Para su satisfacción, Jack descubrió que había heredado una tripulación mejor de lo que esperaba. El condestable había servido a las órdenes de Broke y había aprendido su oficio en el viejo
Druid
, y además, dos de sus ayudantes habían sido tripulantes de la
Surprise
cuando Jack estaba al mando de ella, y, afortunadamente, aunque Draper, su predecesor, no había querido o no había podido gastar mucho en pólvora y balas, le había puesto llaves y miras a los cañones de nueve libras. Por otra parte, los oficiales eran jóvenes que conocían bastante bien su profesión y estaban dispuestos a aceptar la opinión de su nuevo capitán sobre la destreza que los tripulantes de un barco del Rey debían tener en el manejo de los cañones.

Así pues, la
Ariel
navegaba con rumbo norte, envuelta en una nube de humo constantemente renovada, disparando de día y de noche a diferentes intervalos, en momentos inesperados, porque esa era la mejor forma de preparar a los tripulantes para una emergencia. Aunque Jack no podía esperar que dispararan con la rapidez con que habían llegado a hacerlo sus tripulantes en otras misiones, ni mucho menos con su precisión (entre otras razones, porque las cortas carronadas no podían lanzar una bala con la precisión de un cañón largo), estaba satisfecho con el resultado obtenido hasta entonces y confiaba en que la
Ariel
quedaría en buen lugar si entablaba un combate con un oponente de su misma categoría. La verdad, ansiaba que llegara el momento de entablar un combate, no sólo porque le gustaban las acciones de guerra (por la gran emoción que provocaban y por el hecho de que dignificaban la vida), sino también porque la tripulación de la
Ariel
, aunque era bastante buena, estaba compuesta por hombres reclutados en tres levas recientes y todavía no formaban un todo homogéneo. Durante su carrera naval, había observado que entre los compañeros de tripulación surgía la simpatía e incluso el afecto cuando luchaban juntos en una batalla y que en la relación entre los marineros y los oficiales se producía un importante cambio que afectaba a ambas partes. Por ejemplo, él estaba unido por lazos de amistad a Raikes y Harris, los ayudantes del condestable, porque los tres habían repelido juntos el duro ataque de un barco de línea francés en el océano Índico. El protocolo naval no permitía que mantuvieran conversaciones, pero era indudable que entre ellos había una relación especial, una gran estima.

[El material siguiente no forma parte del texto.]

#: rcParams of each style (applied on top of matplotlib's defaults).
STYLES: dict[str, dict] = {
    "paper": {
        "font.size": 9.0, "axes.titlesize": 9.5, "axes.labelsize": 9.0,
        "xtick.labelsize": 8.0, "ytick.labelsize": 8.0, "legend.fontsize": 7.5,
        "legend.title_fontsize": 8.0, "figure.titlesize": 10.0, "lines.linewidth": 1.5,
        "lines.markersize": 4.0, "axes.linewidth": 0.8, "grid.linewidth": 0.5,
        "grid.alpha": 0.35, "legend.frameon": False, "axes.grid": False,
        "svg.fonttype": "none", "pdf.fonttype": 42, "mathtext.default": "regular",
        "axes.titlelocation": "left", "axes.titley": 1.0, "axes.titlepad": 4.0,
    },
    "talk": {
        "font.size": 13.0, "axes.titlesize": 14.0, "axes.labelsize": 13.0,
        "xtick.labelsize": 12.0, "ytick.labelsize": 12.0, "legend.fontsize": 11.0,
        "legend.title_fontsize": 11.0, "figure.titlesize": 14.0, "lines.linewidth": 2.4,
        "lines.markersize": 6.5, "axes.linewidth": 1.2, "grid.linewidth": 0.7,
        "grid.alpha": 0.35, "legend.frameon": False, "axes.grid": False,
        "svg.fonttype": "none", "pdf.fonttype": 42, "mathtext.default": "regular",
        "axes.titlelocation": "left", "axes.titley": 1.0, "axes.titlepad": 5.0,
    },
}
#: Figure sizes [in] per style (single panel); multi-panel figures scale from these.
SIZES = {"paper": (6.0, 4.2), "talk": (8.0, 5.6)}
_current = {"name": "paper"}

—Ésta es una vida más apropiada para un hombre —le dijo a Stephen después de una de las prácticas que nuevamente habían llenado de ruido el golfo de Helgoland.

—Ciertamente, incluso tripular un barco con tantos mástiles como éste, donde hay que tirar de tantos cabos para ajustar las velas, no es nada comparado con las dificultades de la vida en tierra —dijo Stephen abrochándose el cuello.

Siempre había notado que en la mar Jack era otro hombre, un hombre más maduro, capaz de enfrentarse tanto a situaciones comunes de la vida diaria como a situaciones extrañas, y también más feliz; sin embargo, raramente el cambio había sido tan grande y tan claro como esta vez. Una triste llovizna llegaba desde las Islas Frisias septentrionales y la marejada hacía saltar el agua por encima de la borda de barlovento del alcázar a intervalos irregulares, y el rostro de Jack, sobresaliendo de su chaquetón inadecuado y comprado deprisa, estaba radiante, parecía el Sol naciente tras una cortina de lluvia.